My Saturday clockwork routine had a break when I received an invitation to attend a church wedding from a ballet student whom I played for many many years ago when she was a teenager. We kept in touch over Facebook because her birthday is 2 days after mine.
Foreseeing that I could get listless during the lengthy matrimonial ceremony, I thought it would be a good idea to lug along my Samsung NX1 mirrorless camera and a couple of lenses that were locked up in the dry cabinet for ages. That would keep me occupied as I watch for interesting moments to capture during the event.
The Samyang 8mm f/3.5 is a manual fish-eye lens for APS-C sensors. It fills the entire image plane. This is a great lens for shooting the interior of buildings or at tight spaces. 8mm converts to 12mm field of view in full-frame context, which is extremely wide. In fact, it is too wide to be used for architecture due to severe distortion, but I love the perspective and the distortion can be mitigated using software.
In such a magnificent Cathedral of the Good Shepherd, a single-plane view is incapable to showing the beauty all around. It is a habit that I bring my LG 360 CAM, a 360-degree camera that captures the scene in a sphere. I recommend you read my article on 360 photography for more information.
I chose to sit at the last row of the first section and against the aisle. At that position, I should get unobstructed view of the march-in without stepping out to the aisle. I have no intention to get in the way of the photographers and videographers engaged by the wedding couple to do their job.
As I was settling in my seat, I heard someone turning to me and asked “Are you Mr. Chester?” Only ballet students and parents of the students call me by that name. It did not take me long to recognise that it was De Xin’s mum. We exchanged a few words politely and she proceeded to greet other guests.
While waiting for the guests to stream in, I looked around me for familiar faces, and found none. I browsed the programme and as usual, there would be a photo taking session with sequence. If there were anyone I knew who were present, I would meet them when we were called for the group photos. So I just got myself comfortable and trained my eye for interesting subjects to capture.
I swapped out the 8mm lens for the 85mm f/1.4. The 85mm is one of the best lenses for portraiture and events due to its shallow depth of field to deliver blurred foreground and background, resulting in a pinpoint isolation and focus on the intended subject. This lens, produced by Samsung for the NX mount, offers supreme optics. I am one of the remaining users of this defunct system as Samsung has ceased the mirrorless line.
Moments after 10.15am, the ceremony commenced. Flower girls walked down the aisle, followed by the first bridesmaid, then the second. When it was time for De Xin and her dad to step on, the veil got caught. Fortunately, it was promptly resolved, like all dads managed.
There is something about church weddings that calm me. It is probably the blend of pipe organ, choral singing and the natural reverbs of the hall. The occasional traffic noises broke the tranquility as Father Justin Lim shared the word. He explained that every couple is unique, hence friends and families should not interfere with their own ideas since their personalities and ways of handling disputes are different.
Shortly after, the exchange of vows was taken. I took 2 shots. One was a close up with the 85mm.
I wanted to do a wider shot, so I snapped with the Huawei P10 Plus. Being experienced in events photography, I always bring 2 camera bodies fitted with different lenses to capture different perspectives without the hassle of swapping lenses. But since I am attending the wedding as a guest, bringing 2 camera bodies would be an overkill. The Huawei P10 Plus achieved similar depth of field outcome comparable to a DSLR, although the pixel quality is far from NX1. It is good enough for me to document this moment.

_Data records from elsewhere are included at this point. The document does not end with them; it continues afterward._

using System.Diagnostics.CodeAnalysis;

namespace Bandtide.Core.Bands;

/// <summary>Outcome of adding bands to a plan: the larger plan, or every reason against it.</summary>
/// <param name="Plan">The larger plan, or <c>null</c> where there are problems.</param>
/// <param name="Problems">Empty when the bands were accepted.</param>
public sealed record BandPlanExtension(BandPlan? Plan, IReadOnlyList<BandPlanProblem> Problems)
{
    /// <summary>Whether all bands were accepted.</summary>
    [MemberNotNullWhen(true, nameof(Plan))]
    public bool IsAccepted => Plan is not null;
}
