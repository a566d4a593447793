using System.Buffers.Binary;
using System.Diagnostics.CodeAnalysis;
using System.Numerics;
using System.Text;

namespace Bandtide.Core.Bands;

/// <summary>Bands by the UTF-8 bytes of their code: an open-addressed table at most a quarter full.</summary>
internal sealed class Utf8CodeIndex
{
    private readonly (byte[] Code, Band Band)[] slots;
    private readonly int shift;

    public Utf8CodeIndex(IReadOnlyCollection<Band> bands)
    {
        var size = BitOperations.RoundUpToPowerOf2((uint)bands.Count * 4 + 1);
        slots = new (byte[], Band)[size];
        shift = 64 - BitOperations.Log2(size);
        foreach (var band in bands)
        {
            var code = Encoding.UTF8.GetBytes(band.Code);
            var slot = Slot(code);
            while (slots[slot].Code is not null)
            {
                slot = (slot + 1) & (slots.Length - 1);
            }

            slots[slot] = (code, band);
        }
    }

    public bool TryGet(ReadOnlySpan<byte> code, [MaybeNullWhen(false)] out Band band)
    {
        for (var slot = Slot(code); slots[slot].Code is { } candidate; slot = (slot + 1) & (slots.Length - 1))
        {
            if (code.SequenceEqual(candidate))
            {
                band = slots[slot].Band;
                return true;
            }
        }

        band = null;
        return false;
    }

    // First and last eight bytes and the length tell nearly all codes apart; the rest only shares a slot.
    private int Slot(ReadOnlySpan<byte> code)
    {
        ulong first, last;
        if (code.Length >= 8)
        {
            first = BinaryPrimitives.ReadUInt64LittleEndian(code);
            last = BinaryPrimitives.ReadUInt64LittleEndian(code[^8..]);
        }
        else if (code.Length >= 4)
        {
            first = BinaryPrimitives.ReadUInt32LittleEndian(code);
            last = BinaryPrimitives.ReadUInt32LittleEndian(code[^4..]);
        }
        else
        {
            first = code.IsEmpty ? 0u : code[0];
            last = code.IsEmpty ? 0u : code[^1];
        }

        var mixed = (first ^ BitOperations.RotateLeft(last, 29) ^ (ulong)code.Length) * 0x9E3779B97F4A7C15;
        return (int)(mixed >> shift);
    }
}
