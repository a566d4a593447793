using System.Buffers.Binary;
using System.Numerics;

namespace Bandtide.Core.Packing;

/// <summary>CRC-32C (Castagnoli; RFC 3720 appendix B.4), by the processor's instruction where it has one.</summary>
internal static class Crc32C
{
    public static uint Of(ReadOnlySpan<byte> bytes)
    {
        var crc = uint.MaxValue;
        for (; bytes.Length >= 8; bytes = bytes[8..])
        {
            crc = BitOperations.Crc32C(crc, BinaryPrimitives.ReadUInt64LittleEndian(bytes));
        }

        foreach (var value in bytes)
        {
            crc = BitOperations.Crc32C(crc, value);
        }

        return ~crc;
    }
}
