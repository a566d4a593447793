namespace Bandtide.Core.Packing;

/// <summary>Packed bytes that cannot be what was written; the message completes "… is corrupt: ".</summary>
#pragma warning disable CA1032 // One way to make it: it always says what is wrong.
internal sealed class PackException(string message) : Exception(message);
#pragma warning restore CA1032
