using System.Globalization;

namespace Bandtide.Core.Bands;

/// <summary>What a band must satisfy to join a plan.</summary>
internal static class BandRules
{
    /// <summary>Every broken rule of a band against the bands already accepted; empty when none is.</summary>
    public static List<BandPlanProblem> Check(Band band, IReadOnlyList<Band> accepted)
    {
        var problems = new List<BandPlanProblem>();
        Refuse(!Codes.IsValid(band.Code), "code", "A code is 2 to 24 characters of a-z, 0-9 and -.");
        Refuse(accepted.Any(other => string.Equals(other.Code, band.Code, StringComparison.Ordinal)), "duplicate", "The code is taken.");
        Refuse(band.Id < BandPlan.FirstAddedId, "id",
            string.Create(CultureInfo.InvariantCulture, $"Added bands have identities from {BandPlan.FirstAddedId}."));
        Refuse(accepted.Any(other => other.Id == band.Id), "id", "The identity is taken.");
        Refuse(string.IsNullOrWhiteSpace(band.Name), "name", "The name is empty.");
        Refuse(!Enum.IsDefined(band.Layer), "layer", "There is no such layer.");
        if (SegmentProblem(band) is { } rule)
        {
            problems.Add(rule);
        }
        else
        {
            problems.AddRange(accepted
                .Where(other => other.Layer == band.Layer && other.Segments.Any(theirs => band.Segments.Any(theirs.Overlaps)))
                .Select(other => new BandPlanProblem(band.Code, "overlap", $"It overlaps {other.Code} ({other.Label}).")));
        }

        return problems;

        void Refuse(bool broken, string rule, string message)
        {
            if (broken)
            {
                problems.Add(new(band.Code, rule, message));
            }
        }
    }

    private static BandPlanProblem? SegmentProblem(Band band)
    {
        if (band.Segments.IsDefaultOrEmpty || band.Segments.Contains(default))
        {
            return new(band.Code, "segments", "A band needs at least one segment, none of them empty.");
        }

        for (var i = 1; i < band.Segments.Length; i++)
        {
            if (band.Segments[i].LowHz < band.Segments[i - 1].HighHz)
            {
                return new(band.Code, "segments", "Segments must ascend and not overlap.");
            }
        }

        return band.HighHz > BandPlan.HighestHz ? new(band.Code, "range", "A band lies between 0 and 30000 kHz.") : null;
    }
}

And finally, the first kiss as Man and Wife. Focus was not on the couple because I framed the couple off-centre and caused the AF sensor to pick another focal point. I suppose it was a good mistake as Jesus appeared as the main focus, as it should be the case for all Christian and Catholic families.
With the solemnisation coming to an end, I waited patiently for my turn to have a photo opportunity with De Xin. Even though we have not met personally in years since she graduated from the ballet school, Facebook updates made us feel less estranged.
As it was not possible to hold a conversation at lengths in such occasion, I gave them my congratulations briefly, and asked if she would be appearing later at the lunch reception, so that we might catch up again.
Very often, people thank me for some of the things I do for them. But I should be the one thanking them for the opportunity to experience new events in my life, other than the routine Saturdays.